Commenting on the Prime Minister’s speech today at the Bank of England, where she praised the benefits of free trade and a balanced approach to public spending, Alison McGovern MP, leading supporter of Open Britain, said:
“The Prime Minister seems to see no contradiction in touting the benefits of free trade and careful public spending, whilst simultaneously wrenching the UK out of the largest free trade bloc in the world, an act of economic self-harm that is forecast to blow a £59 billion hole in our public finances.
“This week, the curtain has been lifted on the fantasy approach to trade trumpeted by hard Brexit enthusiasts. In just a few short months, the Prime Minister has gone from claiming the UK would be at the front of the queue for a US trade deal, to threatening a trade war with Washington.
“The Government should listen to the warnings of the Governor of the Bank of England, who warned today that a hard Brexit will make British people poorer, and commit to keeping the UK in both the Single Market and the Customs Union permanently.
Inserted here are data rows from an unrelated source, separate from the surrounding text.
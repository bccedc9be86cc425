import {
  readingsImportQuerySchema,
  readingsPreviewSchema,
} from '../../../../../features/run/readings-file.schema.ts';
import { importReadings, previewReadings } from '../../../../../features/run/readings-file.service.ts';
import { trialParamsSchema } from '../../../../../features/trial/trial.schema.ts';
import { AppError } from '../../../../../server/errors.ts';
import { defineEndpoint } from '../../../../../server/http/define-endpoint.ts';
import { wakeWorker } from '../../../../../server/wake.ts';

/** The file itself is the body, as `text/csv`: its digest is that of its bytes. */
export const POST = defineEndpoint(
  {
    access: 'run.record',
    params: trialParamsSchema,
    query: readingsImportQuerySchema,
    output: readingsPreviewSchema,
  },
  async ({ scope, viewer, params, query, context }) => {
    const contentType = context.request.headers.get('content-type') ?? '';
    if (!/^text\/csv\b/i.test(contentType)) throw new AppError('wrong-content-type');
    const bytes = new Uint8Array(await context.request.arrayBuffer());
    if (query.preview) return previewReadings(scope, params.id, bytes);
    const file = { trialId: params.id, bytes, previewed: query.digest };
    const answer = await importReadings(scope, file, viewer);
    wakeWorker();
    return answer;
  },
);
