"""The members of requests: one class, one rule. Messages are data; what a field gives back is still in the caller's units.

Every field says what it expects in ``expected``, and what it looks like in OpenAPI in ``json_schema``, so that the rule and
its description stand side by side. Fields of objects check the whole object in one pass, and tell all its faults.
"""

from __future__ import annotations

from collections.abc import Callable, Iterable, Mapping
from difflib import get_close_matches
from typing import Any, ClassVar, Literal, NamedTuple, Never

from marshmallow import ValidationError
from marshmallow import missing as missing_value
from marshmallow.fields import Field
from marshmallow.types import ErrorMessages

from gasapi.gases.records import Substance
from gasapi.service.questions import GasSpec
from gasapi.units import (
    QUANTITIES,
    REFERENCE_CONDITIONS,
    ReferenceCondition,
    UnitMap,
    UnknownQuantity,
    UnknownUnit,
    unit_map,
)
from gasapi.web.problems import Path, shown

__all__ = [
    "Choice",
    "Flag",
    "Gas",
    "Member",
    "Number",
    "Parameter",
    "Reference",
    "Substances",
    "Text",
    "Uncertainties",
    "Units",
    "unknown_member",
]

_LONGEST_NAME = 200
_MOST_FRACTIONS = 1000

JsonSchema = dict[str, Any]
"""A schema object of OpenAPI 3.1, which is JSON Schema 2020-12."""

Messages = dict[str, Any]
"""Messages by member name, nested as the members are."""


class Parameter(NamedTuple):
    """How a member, or a part of it, is written in a query.

    ``name`` is that of the parameter, or what its name begins with where ``open_ended``; ``path`` leads to the member in the
    body, and what follows an open-ended name is added to it. ``kind`` is the type of a JSON value.
    """

    name: str
    path: Path
    kind: Literal["number", "string", "boolean"]
    schema: JsonSchema
    open_ended: bool = False
    required: bool = False


class Member(Field[Any]):
    """The base: a member that may be left out unless ``required``, and that is never null."""

    expected: ClassVar[str] = "a value"
    kind: ClassVar[Literal["number", "string", "boolean"]] = "string"
    default_error_messages: ErrorMessages = {  # noqa: RUF012
        "required": "this member is missing; give {expected}",
        "null": "null is not taken; give {expected}, or leave the member out",
        "wrong": "{value} is not {expected}",
    }

    def __init__(self, *, required: bool = False, default: Any = None, **metadata: Any) -> None:
        """Take ``metadata`` such as ``description`` and ``examples`` into the OpenAPI document."""
        if required:
            super().__init__(required=True, metadata=metadata)
        else:
            super().__init__(load_default=default, allow_none=False, metadata=metadata)

    def deserialize(self, value: Any, attr: str | None = None, data: Mapping[str, Any] | None = None, **kwargs: Any) -> Any:
        """Return the checked value, or the default where the member is missing.

        :raises ValidationError: the member is missing though required, null, or not what is expected
        """
        if value is missing_value:
            if self.required:
                raise self.make_error("required", expected=self.expected)
            return self.load_default
        if value is None:
            raise self.make_error("null", expected=self.expected)
        return self._read(value)

    @property
    def reader(self) -> Callable[[Any], Any]:
        """What reads a value that is neither missing nor null."""
        return self._read

    def _read(self, value: Any) -> Any:
        """Return what the member means; ``value`` is any JSON value but null.

        :raises ValidationError: it is not what is expected
        """
        raise NotImplementedError

    def json_schema(self) -> JsonSchema:
        """Return the member as OpenAPI has it, its description and examples included."""
        schema = {**self._schema(), **self.metadata}
        if not self.required and type(self.load_default) in (str, bool, float):
            schema["default"] = self.load_default
        return schema

    def _schema(self) -> JsonSchema:
        """Return the rule as JSON Schema."""
        raise NotImplementedError

    def parameters(self, name: str) -> list[Parameter]:
        """Return the parameters by which a query gives the member.

        :param name: the member's name
        """
        return [Parameter(name, (name,), self.kind, self.json_schema(), required=self.required)]

    def words(self, key: str, **values: str) -> str:
        """Return the message of a key with values in it."""
        return str(self.error_messages[key]).format(**values)

    def refuse(self, value: Any) -> Never:
        """Raise the error of a value that is not what is expected."""
        raise self.make_error("wrong", value=shown(value), expected=self.expected)


class Number(Member):
    """A JSON number: no string, no boolean. ``above`` is an open lower bound, ``least`` a closed one, ``most`` an upper one."""

    expected: ClassVar[str] = "a number"
    kind = "number"
    default_error_messages: ErrorMessages = {  # noqa: RUF012
        "text": "{value} is a string; give a number without quotes",
        "range": "{value} is not {bound}",
    }

    def __init__(
        self, *, above: float | None = None, least: float | None = None, most: float | None = None, **kwargs: Any
    ) -> None:
        super().__init__(**kwargs)
        self.above = above
        self.least = least
        self.most = most
        self.bounded = not (above is least is most is None)

    def _read(self, value: Any) -> float:
        kind = type(value)
        if kind is not float:
            if kind is not int:
                if kind is str:
                    raise self.make_error("text", value=shown(value))
                self.refuse(value)
            value = float(value)
        if self.bounded:
            self._check(value)
        return value

    def _check(self, value: float) -> None:
        if self.above is not None and not value > self.above:
            raise self.make_error("range", value=shown(value), bound=f"above {self.above:g}")
        if self.least is not None and not value >= self.least:
            raise self.make_error("range", value=shown(value), bound=f"{self.least:g} or more")
        if self.most is not None and not value <= self.most:
            raise self.make_error("range", value=shown(value), bound=f"{self.most:g} or less")

    def _schema(self) -> JsonSchema:
        schema: JsonSchema = {"type": "number"}
        if self.above is not None:
            schema["exclusiveMinimum"] = self.above
        if self.least is not None:
            schema["minimum"] = self.least
        if self.most is not None:
            schema["maximum"] = self.most
        return schema


class Flag(Member):
    """True or false."""

    expected: ClassVar[str] = "true or false"
    kind = "boolean"

    def _read(self, value: Any) -> bool:
        if value is True or value is False:
            return value
        self.refuse(value)

    def _schema(self) -> JsonSchema:
        return {"type": "boolean"}


class Text(Member):
    """A string that is not empty and no longer than a name can be."""

    expected: ClassVar[str] = "a name: a string of 1 to 200 characters"

    def _read(self, value: Any) -> str:
        if type(value) is str and _is_name(value):
            return value
        self.refuse(value)

    def _schema(self) -> JsonSchema:
        return {"type": "string", "minLength": 1, "maxLength": _LONGEST_NAME}


class Choice(Member):
    """One of a few words."""

    default_error_messages: ErrorMessages = {  # noqa: RUF012
        "wrong": "{value} is not one of: {expected}"
    }

    def __init__(self, words: Iterable[str], **kwargs: Any) -> None:
        super().__init__(**kwargs)
        self.choices = tuple(words)

    @property
    def expected(self) -> str:  # type: ignore[override]
        """The words that are taken."""
        return ", ".join(self.choices)

    def _read(self, value: Any) -> str:
        if type(value) is str and value in self.choices:
            return value
        self.refuse(value)

    def _schema(self) -> JsonSchema:
        return {"type": "string", "enum": list(self.choices)}
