"""Writes the evaluation of a term layout as straight-line Python and compiles it: once for floats, once for blocks.

A loop over terms costs a float more in interpretation than in arithmetic: 63 microseconds against 30 for a density of an
eleven-component natural gas. Written out, the same sequence of operations serves floats and blocks alike; the two forms
differ in the exponential only, which is written in line for floats and called for blocks, and in that a block's operations
write into buffers (see ``block_code``). So both give the same bits, and no form is maintained by hand. Sources hold no data
but exponents and shapes; coefficients come as arguments.
"""

from __future__ import annotations

import math
from collections.abc import Callable, Sequence
from functools import cached_property
from typing import Any, Final, NamedTuple

from gasapi.engine import elementary
from gasapi.engine.block_code import compile_block

__all__ = ["Group", "Routine", "Routines", "TauFactor", "Writer", "compile_float"]

Routine = Callable[[Any, Any], Any]

_EPSILON: Final = 1e-12
# GERG-2008's departure functions have nine bells about delta = 0.5; 7 exponentials fewer are an eighth of the time
_PRODUCTS_FROM: Final = 3


class TauFactor(NamedTuple):
    """B(tau) = tau^exponent exp(E): E is 0, -g tau^l (damped: g, l), -beta (tau - gamma)^2 (gaussian: beta, gamma)
    or 1/(beta (tau - gamma)^2 + b) (reciprocal: beta, gamma, b)."""

    exponent: float
    kind: str
    parameters: tuple[float, ...]


class Group(NamedTuple):
    """The slots that share F(delta): 1, exp(-g delta^l) (damped: g, l) or
    exp(-eta (delta - epsilon)^2 - beta (delta - gamma)) (gaussian: eta, epsilon, beta, gamma); members are (slot, d)."""

    kind: str
    parameters: tuple[float, ...]
    members: tuple[tuple[int, float], ...]


class Routines:
    """The routines of a layout, each written and compiled (1 to 5 ms) when it is first used.

    ``temper`` and ``temper_slopes`` take (tau, amplitudes), the others (delta, coefficients of the slots); each exists for
    floats and for blocks. Two threads may both compile a routine; they get the same one in all but identity.

    :param taus: the distinct factors of tau
    :param groups: the slots by factor of delta
    :param cells: (slot, factor of tau) of each merged term, in the order of the amplitudes
    """

    def __init__(self, taus: Sequence[TauFactor], groups: Sequence[Group], cells: Sequence[tuple[int, int]]) -> None:
        self._taus = tuple(taus)
        self._groups = tuple(groups)
        self._cells = tuple(cells)
        self._slots = 1 + max(slot for slot, _ in cells)

    def _temper(self, inline: bool, slopes: bool) -> Routine:
        source = _write_temper(inline, self._taus, self._cells, slopes)
        return compile_float(source) if inline else compile_block(source)

    @cached_property
    def temper_float(self) -> Routine:
        """Coefficients of the slots at a temperature."""
        return self._temper(inline=True, slopes=False)

    @cached_property
    def temper_block(self) -> Routine:
        """Coefficients of the slots at temperatures."""
        return self._temper(inline=False, slopes=False)

    @cached_property
    def temper_slopes_float(self) -> Routine:
        """Coefficients of the slots, and tau times their slopes in tau."""
        return self._temper(inline=True, slopes=True)

    @cached_property
    def temper_slopes_block(self) -> Routine:
        """Coefficients of the slots at temperatures, and tau times their slopes in tau."""
        return self._temper(inline=False, slopes=True)

    @cached_property
    def euler_float(self) -> Routine:
        """First to third Euler derivative at a density."""
        return compile_float(_write_euler(True, self._groups, self._slots))

    @cached_property
    def euler_block(self) -> Routine:
        """First to third Euler derivative at densities."""
        return compile_block(_write_euler(False, self._groups, self._slots))

    @cached_property
    def first_float(self) -> Routine:
        """First Euler derivative at a density."""
        return compile_float(_write_first(True, self._groups, self._slots))

    @cached_property
    def first_block(self) -> Routine:
        """First Euler derivative at densities."""
        return compile_block(_write_first(False, self._groups, self._slots))

    @cached_property
    def value_float(self) -> Routine:
        """The energy at a density."""
        return compile_float(_write_value(True, self._groups, self._slots))

    @cached_property
    def value_block(self) -> Routine:
        """The energy at densities."""
        return compile_block(_write_value(False, self._groups, self._slots))


class Writer:
    """Lines of one function, with powers and exponentials written once each."""

    def __init__(self, inline: bool, centres: frozenset[float] = frozenset()) -> None:
        self.lines: list[str] = []
        self.centres = centres
        self._inline = inline
        self._names: dict[tuple[str, object], str] = {}
        self._count = 0

    def name(self) -> str:
        """Return a name that is not in use."""
        self._count += 1
        return f"v{self._count}"

    def put(self, expression: str) -> str:
        """Write an expression, and return the name of its value."""
        name = self.name()
        self.lines.append(f"{name} = {expression}")
        return name

    def once(self, key: tuple[str, object], write: Callable[[], str]) -> str:
        """Return the name of what a key stands for, written when it is first asked for."""
        if key not in self._names:
            self._names[key] = write()
        return self._names[key]

    def unpack(self, prefix: str, count: int, source: str) -> None:
        """Write the unpacking of a tuple into numbered names."""
        names = ", ".join(f"{prefix}{i}" for i in range(count))
        self.lines.append(f"{names}, = {source}" if count == 1 else f"{names} = {source}")

    def exponential(self, argument: str) -> str:
        """Write e to the power of an expression; the float form repeats ``elementary.exp`` line by line."""
        if not self._inline:
            return self.put(f"exp({argument})")
        x = self.put(argument)
        self.lines.append(f"if not LOWEST < {x} < HIGHEST: {x} = HIGHEST if {x} >= HIGHEST else LOWEST")
        k = self.put(f"({x} * {elementary.SCALE!r} + {elementary.ROUND!r}) - {elementary.ROUND!r}")
        r = self.put(f"({x} - {k} * {elementary.STEP_HIGH!r}) - {k} * {elementary.STEP_LOW!r}")
        index = self.put(f"int({k})")
        root = self.put(f"ROOTS[{index} & 255]")
        c3, c4 = elementary.EXP_COEFFICIENTS
        rest = self.put(f"{r} + {r} * {r} * (0.5 + {r} * ({c3!r} + {r} * {c4!r}))")
        return self.put(f"({root} + {root} * {rest}) * POWERS_OF_TWO[({index} >> 8) + 1022]")

    def logarithm(self, x: str) -> str:
        """Write the natural logarithm of a name."""
        return self.once(("log", x), lambda: self.put(f"log({x})"))

    def whole_power(self, x: str, n: int) -> str:
        """Write x to a whole power by halving the exponent."""
        if n == 1:
            return x
        if n == 0:
            return self.once((x, 0), lambda: self.put(f"{x} / {x}"))
        if n < 0:
            inverse = self.once((x, -1), lambda: self.put(f"1.0 / {x}"))
            if n == -1:
                return inverse
            half = -n // 2
            return self.once((x, n), lambda: self.put(f"{self.whole_power(x, -half)} * {self.whole_power(x, n + half)}"))
        half = n // 2
        return self.once((x, n), lambda: self.put(f"{self.whole_power(x, half)} * {self.whole_power(x, n - half)}"))

    def power(self, x: str, exponent: float) -> str:
        """Write x to any power: whole part by products, k/40 by eighth and fifth roots, other fractions by exp and log."""
        whole = math.floor(exponent)
        fraction = exponent - whole
        fortieths = round(fraction * 40.0)
        factors: list[str] = []
        if abs(fraction * 40.0 - fortieths) < _EPSILON:
            # fraction = eighths/8 + fifths/5 - carry, since 5 * eighths + 8 * fifths = fortieths (mod 40)
            eighths, fifths = (5 * fortieths) % 8, (2 * fortieths) % 5
            whole -= (5 * eighths + 8 * fifths - fortieths) // 40
            for part in (4, 2, 1):
                if eighths & part:
                    factors.append(self._root_of_two(x, part))
            if fifths:
                factors.append(self.whole_power(self._fifth_root(x), fifths))
        else:
            factors.append(self.once((x, fraction), lambda: self.exponential(f"{fraction!r} * {self.logarithm(x)}")))
        if whole or not factors:
            factors.insert(0, self.whole_power(x, whole))
        if len(factors) == 1:
            return factors[0]
        return self.once((x, exponent), lambda: self.put(" * ".join(factors)))

    def _root_of_two(self, x: str, part: int) -> str:
        """Write the square root (4), the fourth root (2) or the eighth root (1)."""
        of = x if part == 4 else self._root_of_two(x, part * 2)
        return self.once((x, f"root {part}"), lambda: self.put(f"sqrt({of})"))

    def _fifth_root(self, x: str) -> str:
        def write() -> str:
            guess = self.exponential(f"0.2 * {self.logarithm(x)}")
            square = self.put(f"{guess} * {guess}")
            # one Newton step brings the fifth root to the last digit
            return self.put(f"{guess} - ({guess} - {x} / ({square} * {square})) * 0.2")

        return self.once((x, "fifth root"), write)

    def total(self, parts: Sequence[str]) -> str:
        """Write a sum, added from the left."""
        if len(parts) == 1:
            return parts[0]
        name = self.put(f"{parts[0]} + {parts[1]}")
        # the name is this sum's own from here on, so that a block may be added to in place
        self.lines.extend(f"{name} += {part}" for part in parts[2:])
        return name

    def source(self, arguments: str, result: str) -> str:
        """Return the source of the function."""
        body = "\n    ".join([*self.lines, f"return {result}"])
        return f"def routine({arguments}):\n    {body}\n"
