class ReducedFluid:
    """The equation with one set of constants. Immutable once built.

    :param constants: a column of the paper's table
    """

    __slots__ = (
        "_critical_temperature",
        "_ends",
        "_ends_arrays",
        "_estimate",
        "_scale",
        "constants",
        "critical_density",
    )

    critical_density: float
    """d where F' and F'' vanish, [-]."""

    def __init__(self, constants: BwrConstants) -> None:
        self.constants = constants
        self._estimate = DensityEstimate(1.0, 1.0, 1.0, constants.acentric_factor)
        self._critical_temperature, self.critical_density = self._critical_point()
        self._scale = _PIECES / self._position(REDUCED_TEMPERATURE_MIN)
        gas, liquid = self._branch_end(-1.0), self._branch_end(1.0)
        self._ends = (gas, liquid)
        self._ends_arrays = tuple(np.array(end).T.copy() for end in self._ends)

    def isotherm(self, temperature: Real) -> Isotherm[Real]:
        """Return the coefficients at a reduced temperature.

        :param temperature: T_r, a float or an array of shape (n,), [-]
        """
        k = self.constants
        t = 1.0 / temperature
        t3 = t * t * t
        return Isotherm(
            k.b1 - k.b2 * t - k.b3 * (t * t) - k.b4 * t3,
            k.c1 - k.c2 * t + k.c3 * t3,
            k.d1 + k.d2 * t,
            k.c4 * t3,
            k.beta,
            k.gamma,
        )

    def compressibility_slope(self, temperature: Real, density: Real) -> Real:
        """Return T_r (dZ/dT_r) at fixed density, [-]."""
        k = self.constants
        t = 1.0 / temperature
        t3 = t * t * t
        x = density
        x2 = x * x
        g = k.gamma * x2
        b = k.b2 * t + 2.0 * k.b3 * (t * t) + 3.0 * k.b4 * t3
        c = k.c2 * t - 3.0 * k.c3 * t3
        return b * x + c * x2 - k.d2 * t * (x2 * x2 * x) - 3.0 * k.c4 * t3 * x2 * (k.beta + g) * exp(-g)

    def log_fugacity_coefficient(self, temperature: Real, density: Real) -> Real:
        """Return ln(phi), [-]."""
        b, c, d, e, beta, gamma = self.isotherm(temperature)
        x = density
        x2 = x * x
        g = gamma * x2
        x5 = d * (x2 * x2 * x)
        decay = exp(-g)
        z_minus_1 = b * x + c * x2 + x5 + e * x2 * (beta + g) * decay
        energy = b * x + 0.5 * (c * x2) + 0.2 * x5 + e / (2.0 * gamma) * (beta + 1.0 - (beta + 1.0 + g) * decay)
        return energy + z_minus_1 - log(1.0 + z_minus_1)

    def branch_end(self, temperature: float, branch: Branch) -> float | None:
        """Return the density at which a branch ends, [-]; None where the isotherm rises everywhere.

        :param temperature: T_r, at least ``REDUCED_TEMPERATURE_MIN``, [-]
        :param branch: which end
        """
        ratio = 1.0 - temperature / self._critical_temperature
        if not ratio > 0.0:
            return None
        place = math.sqrt(ratio) * self._scale
        number = int(place)
        number = number if number < _PIECES - 1 else _PIECES - 1
        x = place - number
        result = 0.0
        for coefficient in self._ends[branch][number]:
            result = result * x + coefficient
        return result

    def has_loop(self, temperature: Array) -> NDArray[np.bool_]:
        """Return for rows whether the isotherm falls somewhere, so that its branches end."""
        return cast("NDArray[np.bool_]", 1.0 - temperature / self._critical_temperature > 0.0)

    def branch_ends(self, temperature: Array, branch: Branch) -> Array:
        """Return the same for rows that are below the critical temperature."""
        place = np.sqrt(1.0 - temperature / self._critical_temperature) * self._scale
        number = np.minimum(place.astype(np.int64), _PIECES - 1)
        x = place - number
        result = np.zeros_like(x)
        for column in self._ends_arrays[branch]:
            result = result * x + column.take(number)
        return result

    def _position(self, temperature: float) -> float:
        return math.sqrt(1.0 - temperature / self._critical_temperature)

    def _critical_point(self) -> tuple[float, float]:
        """Return T_r and d at which F' = F'' = 0, by Newton's method with differences in T_r."""
        temperature, density = 1.0, 3.7
        for _ in range(60):
            _, f1, f2, _ = terms(self.isotherm(temperature), density)
            up, down = self.isotherm(temperature + 1e-5), self.isotherm(temperature - 1e-5)
            f1_t = (terms(up, density)[1] - terms(down, density)[1]) / 2e-5
            f2_t = (terms(up, density)[2] - terms(down, density)[2]) / 2e-5
            f2_d = (terms(up, density + 1e-4)[2] - terms(up, density - 1e-4)[2]) / 2e-4
            determinant = f1_t * f2_d - 2.0 * f2 * f2_t
            temperature -= (f1 * f2_d - 2.0 * f2 * f2) / determinant
            density -= (f1_t * f2 - f2_t * f1) / determinant
        return temperature, density

    def _branch_end(self, side: float) -> list[tuple[float, ...]]:
        """Fit the end of a branch piece by piece, from the critical point to the coldest isotherm.

        Each piece is the polynomial through its Chebyshev nodes, highest power first, in the fraction of the piece passed.
        """
        nodes = [0.5 - 0.5 * math.cos((2 * k + 1) * math.pi / (2 * _NODES)) for k in range(_NODES)]
        inverse = np.linalg.inv(np.vander(nodes))
        pieces = []
        previous = (0.0, self.critical_density)
        # d_c (1 + 1.5 s) on the liquid side and d_c (1 - 1.5 s) on the gas side is near the curve at first
        slope = side * 1.5 * self.critical_density
        for piece in range(_PIECES):
            values = []
            for node in nodes:
                s = (piece + node) / self._scale
                isotherm = self.isotherm(self._critical_temperature * (1.0 - s * s))
                x = previous[1] + slope * (s - previous[0])
                for _ in range(40):
                    _, f1, f2, _ = terms(isotherm, x)
                    step = f1 / (2.0 * f2)
                    x -= step
                    if abs(step) <= 1e-14 * x:
                        break
                slope = (x - previous[1]) / (s - previous[0])
                previous = (s, x)
                values.append(x)
            pieces.append(tuple(sum(float(w) * v for w, v in zip(row, values, strict=True)) for row in inverse))
        return pieces

    def root(self, temperature: float, pressure: float, branch: Branch) -> ReducedRoot:
        """Return the density root of a branch.

        :param temperature: T_r, at least ``REDUCED_TEMPERATURE_MIN``, [-]
        :param pressure: p_r, positive, [-]
        :param branch: which end of the isotherm
        """
        end = self.branch_end(temperature, branch)
        pressure = _PRESSURE_MIN if pressure < _PRESSURE_MIN else pressure
        target = pressure / temperature
        low, high = 0.0, _DENSITY_MAX
        if end is None:
            limit = high
            x = self._estimate.gas(temperature, pressure)
        elif branch == Branch.GAS:
            limit = high = end
            x = self._estimate.gas(temperature, pressure)
        else:
            limit = low = end
            x = self._estimate.liquid(temperature, pressure)
        return _solve(self.isotherm(temperature), target, x, low, high, limit)

    def roots(self, temperature: Array, pressure: Array, branch: Branch) -> ReducedRoots:
        """Return the same for rows.

        :param temperature: T_r, at least ``REDUCED_TEMPERATURE_MIN``, shape (n,), [-]
        :param pressure: p_r, positive, shape (n,), [-]
        :param branch: one branch for all rows
        """
        below = self.has_loop(temperature)
        pressure = np.maximum(pressure, _PRESSURE_MIN)
        low = np.zeros_like(temperature)
        high = np.full_like(temperature, _DENSITY_MAX)
        limit = high.copy()
        if branch == Branch.GAS or not below.any():
            x = self._estimate.gas(temperature, pressure)
        else:
            x = np.where(below, self._estimate.liquid(temperature, pressure), self._estimate.gas(temperature, pressure))
        rows = np.flatnonzero(below)
        if rows.size:
            limit[rows] = self.branch_ends(temperature[rows], branch)
            side = high if branch == Branch.GAS else low
            side[rows] = limit[rows]
        # a step from where F is flat divides by zero and is replaced
        with np.errstate(all="ignore"):
            return _solve_block(self.isotherm(temperature), pressure / temperature, x, low, high, limit)


def _solve(isotherm: Isotherm[float], target: float, x: float, low: float, high: float, limit: float) -> ReducedRoot:
    """Solve F(x) = target on (low, high), where F rises; ``limit`` is the end that has yet to be tried."""
    x = x if x < high else high
    x = x if x > low else low
    upper = limit == high
    tried = False
    slope = 1.0
    for _ in range(_MAX_STEPS):
        value, slope, half, size = terms(isotherm, x)
        f = value - target
        if abs(f) <= _RESIDUAL * (size + target):
            return ReducedRoot(x, slope, Status.CONVERGED)
        if x == limit:
            if (f < 0.0) == upper:
                return ReducedRoot(x, slope, Status.NO_ROOT)
            tried = True
            # F' = 0 here, so that the parabola shows the way
            leap = math.sqrt(abs(f / half))
            new = x - leap if upper else x + leap
        else:
            newton = f / slope if slope > 0.0 else f
            factor = 1.0 - newton * half / slope if slope > 0.0 else 1.0
            new = x - newton / (factor if factor > 0.25 else 0.25)
        if f < 0.0:
            low = x
        else:
            high = x
        clamped = False
        if not low < new < high:
            clamped = not tried and (not new < high) == upper
            new = limit if clamped else 0.5 * (low + high)
        step = abs(new - x)
        x = new
        if step <= _STEP * x and not clamped:
            return ReducedRoot(x, slope, Status.CONVERGED)
    return ReducedRoot(x, slope, Status.NOT_CONVERGED)


def _solve_block(isotherm: Isotherm[Array], target: Array, x: Array, low: Array, high: Array, limit: Array) -> ReducedRoots:
    """Do the same for rows; those that are done leave."""
    x = np.maximum(np.minimum(x, high), low)
    upper = limit == high
    tried = np.zeros(x.shape, dtype=np.bool_)
    result, result_slope = x.copy(), np.ones_like(x)
    status = np.full(x.shape, Status.NOT_CONVERGED, dtype=np.int8)
    rows = np.arange(x.size)
    for _ in range(_MAX_STEPS):
        value, slope, half, size = terms(isotherm, x)
        f = value - target
        small = np.abs(f) <= _RESIDUAL * (size + target)
        negative = f < 0.0
        at_limit = x == limit
        none = at_limit & (negative == upper) & ~small
        tried |= at_limit
        rising = slope > 0.0
        newton = np.where(rising, f / slope, f)
        factor = np.where(rising, 1.0 - newton * half / slope, 1.0)
        new = x - newton / np.maximum(factor, 0.25)
        if at_limit.any():
            leap = np.sqrt(np.abs(f / half))
            new = np.where(at_limit, np.where(upper, x - leap, x + leap), new)
        low = np.where(negative, x, low)
        high = np.where(negative, high, x)
        below = new < high
        outside = ~(below & (low < new))
        clamped = outside & ~tried & (~below == upper)
        new = np.where(outside, np.where(clamped, limit, 0.5 * (low + high)), new)
        near = (np.abs(new - x) <= _STEP * new) & ~clamped
        stopped = small | none
        x = np.where(stopped, x, new)
        done = stopped | near
        if done.any():
            places = rows[done]
            result[places] = x[done]
            result_slope[places] = slope[done]
            status[places] = np.where(none[done], Status.NO_ROOT, Status.CONVERGED)
            left = ~done
            rows = rows[left]
            if not rows.size:
                break
            x, target, low, high, limit = x[left], target[left], low[left], high[left], limit[left]
            upper, tried, isotherm = upper[left], tried[left], select_rows(isotherm, left)
    else:
        result[rows] = x
        result_slope[rows] = slope[~done]
    return ReducedRoots(result, result_slope, cast("NDArray[np.int8]", status))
That is the best way to protect Britain’s interests and prosperity.”
Notes to editors:
Mark Carney said today: “In exceptional circumstances like today when the economy is facing profound structural change, the MPC can extend the horizon over which it returns inflation to target from above in order to balance the effects on jobs and activity. After all, even though monetary policy cannot prevent the weaker real income growth likely to accompany the transition to new trading arrangements with the EU, it can influence how this hit to incomes is distributed between job losses and price rises.”
After the Autumn Statement of 2016, the Office for Budget Responsibility (OBR) estimated that there would be a cumulative £122 billon of extra borrowing over the next five years, with £59 billion of that as a direct result of Brexit.